Speculation is high that DeKalb School Chief Cheryl Atkinson is stepping down.
Dr. Atkinson called me yesterday to set the record straight on her reaction to the Ralph Taylor plagiarism case, saying that she never attempted to protect him. Her only concern, she said, was ascertaining that he could be held accountable for actions that occurred while he was a consultant and not an employee of the district.
She explained that she has been dealing with her father’s illness and death, so she had let staff handle the media communications about the Taylor controversy.
Then, I asked her the question of the hour: Is she leaving her job at DeKalb after 16 months?
“I can’t say anything about that,” she told me.
This is not the first rumor that Atkinson was resigning. The earlier reports turned out to be false.
But I was surprised that Atkinson did not respond to my question with the standard issue, “I am not going anywhere. I am committed to the children of DeKalb County.”
It made me wonder.
Folks are telling me that it’s Atkinson’s choice to leave and that the school board was surprised. The delay in announcing her resignation, they say, is due to finding an interim school chief.
The school board has met in executive session over a personnel issue this week, and meets again Monday, according to this announcement: “The DeKalb Board of Education will hold a called meeting at 1:00pm, Monday, February 4, 2013, in M-201 at the Robert R. Freeman Administrative Center at the DeKalb County School System’s Administrative & Instructional Complex, 1701 Mountain Industrial Boulevard, Stone Mountain. The called meeting will adjourn to executive session for the purpose of discussing legal and personnel matters.”
So, we shall see. I know that many of you believe Atkinson was in over her head, but I still wonder whether the never-ending crises — some real, some political — kept her from getting to the real challenges in the district. I wonder if she just wearied of the grind.
Before the allegations that I am being an apologist for her, let me point out a reality: DeKalb students are growing poorer. Poverty is a main factor in student achievement, whether in Finland or Stone Mountain or Tucker.
Many of Atkinson’s loudest critics hail from the more upper middle-class areas of the county, and have a different set of concerns about their schools.
But the main challenge in DeKalb remains how to educate children with fewer resources, both in the home and in the schools.
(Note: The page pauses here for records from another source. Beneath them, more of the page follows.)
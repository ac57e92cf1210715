// Block weights learned from triplets (solver/features/block_weights.h): the gradient against central
// differences, planted features where only some blocks matter, the reweighting itself, bad input.
#include <doctest/doctest.h>

#include <chrono>
#include <cmath>
#include <random>
#include <stdexcept>
#include <thread>

#include "solver/features/block_weights.h"
#include "tests/metric_planted.h"
#include "solver/live/engine.h"

namespace {

using kith::test::planted_agreement;
using kith::test::random_features;

// Triplets stated by a squared distance that uses the blocks with the given true weights.
std::vector<kith::Judgment> planted_triplets(const kith::Points& x, const std::vector<kith::ColumnBlock>& blocks,
                                             const std::vector<double>& truth, size_t count, uint64_t seed) {
  return kith::test::planted_triplets(kith::apply_block_weights(x, blocks, truth), count, seed);
}

const std::vector<kith::ColumnBlock> kBlocks = {{"hue", 0, 3}, {"texture", 3, 5}, {"layout", 8, 4}};

}  // namespace

TEST_CASE("block weights: the gradient matches central differences") {
  const kith::Points x = random_features(40, 12, 3);
  auto judgments = planted_triplets(x, kBlocks, {2.0, 0.5, 0.5}, 60, 4);
  judgments[5].weight = 3.0;        // weights count
  judgments[7].retracted = true;    // and retracted judgments do not
  for (double alpha : {1.0, 2.5}) {
    kith::BlockWeightOptions o;
    o.alpha = alpha;
    o.lambda = 0.05;
    const std::vector<double> u = {0.3, -0.7, 0.2};
    std::vector<double> grad;
    kith::block_weight_loss(x, kBlocks, judgments, u, o, &grad);
    constexpr double kStep = 1e-5, kTolerance = 1e-7;  // central differences of a smooth 3-parameter loss
    for (size_t b = 0; b < u.size(); ++b) {
      auto up = u, down = u;
      up[b] += kStep;
      down[b] -= kStep;
      const double fd = (kith::block_weight_loss(x, kBlocks, judgments, up, o) -
                         kith::block_weight_loss(x, kBlocks, judgments, down, o)) /
                        (2 * kStep);
      CHECK(std::abs(grad[b] - fd) < kTolerance);
    }
  }
}

TEST_CASE("block weights: planted features where only one block matters") {
  const kith::Points x = random_features(300, 12, 11);
  // People judge by the first block only (a tiny share of the others, so ties are broken).
  const std::vector<double> truth = {2.96, 0.02, 0.02};
  const auto asked = planted_triplets(x, kBlocks, truth, 100, 12);
  const auto fresh = planted_triplets(x, kBlocks, truth, 2000, 13);  // never used for learning
  const auto r = kith::learn_block_weights(x, kBlocks, asked);
  MESSAGE("learned " << r.report(kBlocks) << " in " << r.steps << " steps");
  REQUIRE(r.weights.size() == 3);
  CHECK(r.judgments == 100);
  CHECK(r.loss_after < r.loss_before);
  CHECK(r.weights[0] + r.weights[1] + r.weights[2] == doctest::Approx(3.0));
  // The block that matters gains most of the weight; the others lose theirs.
  constexpr double kMattersAtLeast = 2.0, kOthersAtMost = 0.5;
  CHECK(r.weights[0] > kMattersAtLeast);
  CHECK(r.weights[1] < kOthersAtMost);
  CHECK(r.weights[2] < kOthersAtMost);
  // And distances in the reweighted features agree with fresh triplets much better than before.
  const double before = planted_agreement(x, fresh), after = planted_agreement(kith::apply_block_weights(x, kBlocks, r.weights), fresh);
  MESSAGE("fresh triplets agreeing: " << before << " -> " << after);
  constexpr double kClearGain = 0.15;
  CHECK(after > before + kClearGain);

  // Two blocks that matter equally, one that does not.
  const auto asked2 = planted_triplets(x, kBlocks, {0.05, 1.475, 1.475}, 150, 14);
  const auto r2 = kith::learn_block_weights(x, kBlocks, asked2);
  MESSAGE("learned " << r2.report(kBlocks));
  CHECK(r2.weights[0] < kOthersAtMost);
  CHECK(r2.weights[1] > 1.0);
  CHECK(r2.weights[2] > 1.0);
}

TEST_CASE("block weights: no judgments keep the features, the penalty pulls toward them") {
  const kith::Points x = random_features(50, 12, 21);
  const auto none = kith::learn_block_weights(x, kBlocks, {});
  for (double w : none.weights) CHECK(w == 1.0);
  const auto asked = planted_triplets(x, kBlocks, {2.96, 0.02, 0.02}, 60, 22);
  kith::BlockWeightOptions loose, tight;
  loose.lambda = 0.0;
  tight.lambda = 10.0;
  const auto a = kith::learn_block_weights(x, kBlocks, asked, loose);
  const auto b = kith::learn_block_weights(x, kBlocks, asked, tight);
  CHECK(a.weights[0] > b.weights[0]);
  CHECK(b.weights[0] > 1.0);
  CHECK(b.weights[0] < 1.5);
}

TEST_CASE("block weights: reweighted features give the weighted squared distance, bad input") {
  const kith::Points x = random_features(10, 14, 31);  // columns 12, 13 belong to no block
  const std::vector<double> w = {0.5, 2.0, 0.5};
  const kith::Points xw = kith::apply_block_weights(x, kBlocks, w);
  for (int i = 1; i < 10; ++i) {
    double slow = 0;
    for (size_t b = 0; b < kBlocks.size(); ++b)
      for (int c = kBlocks[b].begin; c < kBlocks[b].begin + kBlocks[b].size; ++c)
        slow += w[b] * (x(0, c) - x(i, c)) * (x(0, c) - x(i, c));
    for (int c = 12; c < 14; ++c) slow += (x(0, c) - x(i, c)) * (x(0, c) - x(i, c));
    CHECK((xw.row(0) - xw.row(i)).squaredNorm() == doctest::Approx(slow).epsilon(1e-12));
  }
  const std::vector<kith::ColumnBlock> outside = {{"colour", 0, 6}, {"texture", 6, 10}};
  CHECK_THROWS_WITH_AS(kith::learn_block_weights(x, outside, {}),
                       "block weights: block 'texture' (columns 7..16) lies outside the 14 feature columns",
                       std::invalid_argument);
  CHECK_THROWS_AS(kith::apply_block_weights(x, kBlocks, {1.0, NAN, 1.0}), std::invalid_argument);
  kith::BlockWeightOptions bad;
  bad.alpha = 0;
  std::string error;
  CHECK_FALSE(bad.IsValid(&error));
  CHECK(error == "block weights: alpha must be > 0");
}

TEST_CASE("block weights: the live engine takes reweighted features (SetFeatures) and refuses a wrong shape") {
  // Two blocks: block 0 separates the items into two groups, block 1 into two other groups.
  std::mt19937_64 rng(41);
  std::normal_distribution<double> g(0.0, 1.0);
  kith::Collection c;
  const int n = 120;
  c.features.resize(n, 4);
  for (int i = 0; i < n; ++i) {
    c.features(i, 0) = g(rng) * 0.3 + ((i % 2) ? 5.0 : 0.0);
    c.features(i, 1) = g(rng) * 0.3;
    c.features(i, 2) = g(rng) * 0.3 + ((i / 60) ? 5.0 : 0.0);
    c.features(i, 3) = g(rng) * 0.3;
    c.ids.push_back("i" + std::to_string(i));
  }
  kith::EngineOptions o;
  o.perplexity = 15;
  o.threads = 2;
  kith::Engine e(c, o);
  e.start();
  auto wait = [&](auto pred) {
    const auto end = std::chrono::steady_clock::now() + std::chrono::seconds(20);
    auto s = e.latest();
    while (!pred(*s) && std::chrono::steady_clock::now() < end) {
      std::this_thread::sleep_for(std::chrono::milliseconds(1));
      s = e.latest();
    }
    return s;
  };
  wait([](const kith::Snapshot& s) { return s.iteration > 400; });
  const uint64_t bad = e.post(kith::cmd::SetFeatures{kith::Points::Zero(n, 3), 50, 12.0});
  auto s = wait([&](const kith::Snapshot& s) { return s.last_command >= bad; });
  CHECK(s->last_rejected == "features: the map has 120 x 4 features, got 120 x 3");
  // Only block 1 (the i / 60 groups) matters now.
  const std::vector<kith::ColumnBlock> blocks = {{"a", 0, 2}, {"b", 2, 2}};
  const uint64_t good =
      e.post(kith::cmd::SetFeatures{kith::apply_block_weights(c.features, blocks, {0.0, 2.0}), 100, 12.0});
  s = wait([&](const kith::Snapshot& s) { return s.last_command >= good && !s.rebuilding && s.iteration > 1200; });
  e.stop();
  for (const auto& cmd : e.command_log())
    if (cmd.seq == good) CHECK_MESSAGE(cmd.rejected.empty(), cmd.rejected);
  // The map now separates the i / 60 groups and mixes the i % 2 ones.
  const auto& y = s->positions;
  double same = 0, other = 0, parity_same = 0, parity_other = 0;
  int a = 0, b = 0, pa = 0, pb = 0;
  for (int i = 0; i < n; ++i)
    for (int j = i + 1; j < n; ++j) {
      const double d = (y.row(i) - y.row(j)).norm();
      if (i / 60 == j / 60) same += d, ++a; else other += d, ++b;
      if (i % 2 == j % 2) parity_same += d, ++pa; else parity_other += d, ++pb;
    }
  MESSAGE("mean distance within / across the taught groups: " << same / a << " / " << other / b
          << "; within / across the old ones: " << parity_same / pa << " / " << parity_other / pb);
  constexpr double kSeparated = 2.0, kMixed = 1.2;  // ratios of mean distances across / within
  CHECK(other / b > kSeparated * same / a);
  CHECK(parity_other / pb < kMixed * parity_same / pa);
}
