TEST_CASE(
    "judgments panel: through a real session, imports and retractions are in the file; a refusal changes nothing") {
  const std::string dir = kith::test::temp_dir("judgments-panel-session");
  const std::string path = dir + "/s.kith";
  const Collection c = synthetic_collection(40, 4);
  {
    auto store = SessionStore::create(path, c);
    Judgment j;
    j.anchor = 0, j.nearer = 1, j.farther = 2, j.person = "Ada";
    store->add_judgment(j);
  }
  {
    SessionLink link(path);
    MockRenderer renderer;
    StillFeed still{link.collection().ids, rough_positions(link.collection()), link.judgments()};
    auto feed = link.recording(still);
    MapView view{link.collection(), renderer};
    view.set_snapshot(still.latest());
    JudgmentsPanelLinks links;
    links.post = [&](CommandBody& body) {  // the window's path: prepare (the session write), then post
      if (std::string refused = feed->prepare(body); !refused.empty()) return refused;
      feed->post(body);
      view.set_snapshot(still.latest());  // the window shows the next snapshot
      return std::string();
    };
    JudgmentsPanel panel(link.collection(), view, links);
    const std::string csv = dir + "/more.csv";
    std::ofstream(csv) << "anchor,nearer,farther,person\ns00003,s00004,s00005,Bram\ns00006,s00007,s00008,Cleo\n";
    REQUIRE(panel.import_csv(csv, false) == 2);
    REQUIRE(view.judgments().size() == 3);
    CHECK(view.judgments()[1].id == 2);  // the ids the session gave
    CHECK(view.judgments()[2].id == 3);
    CHECK(panel.set_retracted(1, true).empty());
    // A judgment the session does not know (as if made elsewhere): the session refuses to retract
    // it, so the list stays as it was and says why.
    Judgment stranger;
    stranger.id = 99, stranger.anchor = 9, stranger.nearer = 10, stranger.farther = 11;
    still.post(cmd::AddJudgment{stranger});  // straight to the map, past the session
    view.set_snapshot(still.latest());
    const std::string refused = panel.set_retracted(3, true);
    CHECK_FALSE(refused.empty());
    CHECK(refused.find("could not write to the session") != std::string::npos);
    CHECK_FALSE(view.judgments()[3].retracted);
  }
  // What the file holds, read again after the window's link closed it.
  const auto stored = SessionStore::open(path)->judgments();
  REQUIRE(stored.size() == 3);
  CHECK_FALSE(stored[0].retracted);
  CHECK(stored[1].retracted);
  CHECK(stored[1].person == "Bram");
  CHECK(stored[2].person == "Cleo");
  CHECK(stored[2].anchor == 6);
}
DeKalb is a school system in transition and needs strong leadership. I’ve no doubt that there would be a lot of folks seeking the DeKalb superintendent’s job. I can’t vouch for the caliber of folks who will apply, but many will.
I also wonder about the leadership vacuum if the school board is ousted by the governor. But I don’t see that occurring for many reasons. I would bet the school board stays in place for the time being.
No matter what happens, brace yourselves for a rough 2013 in DeKalb.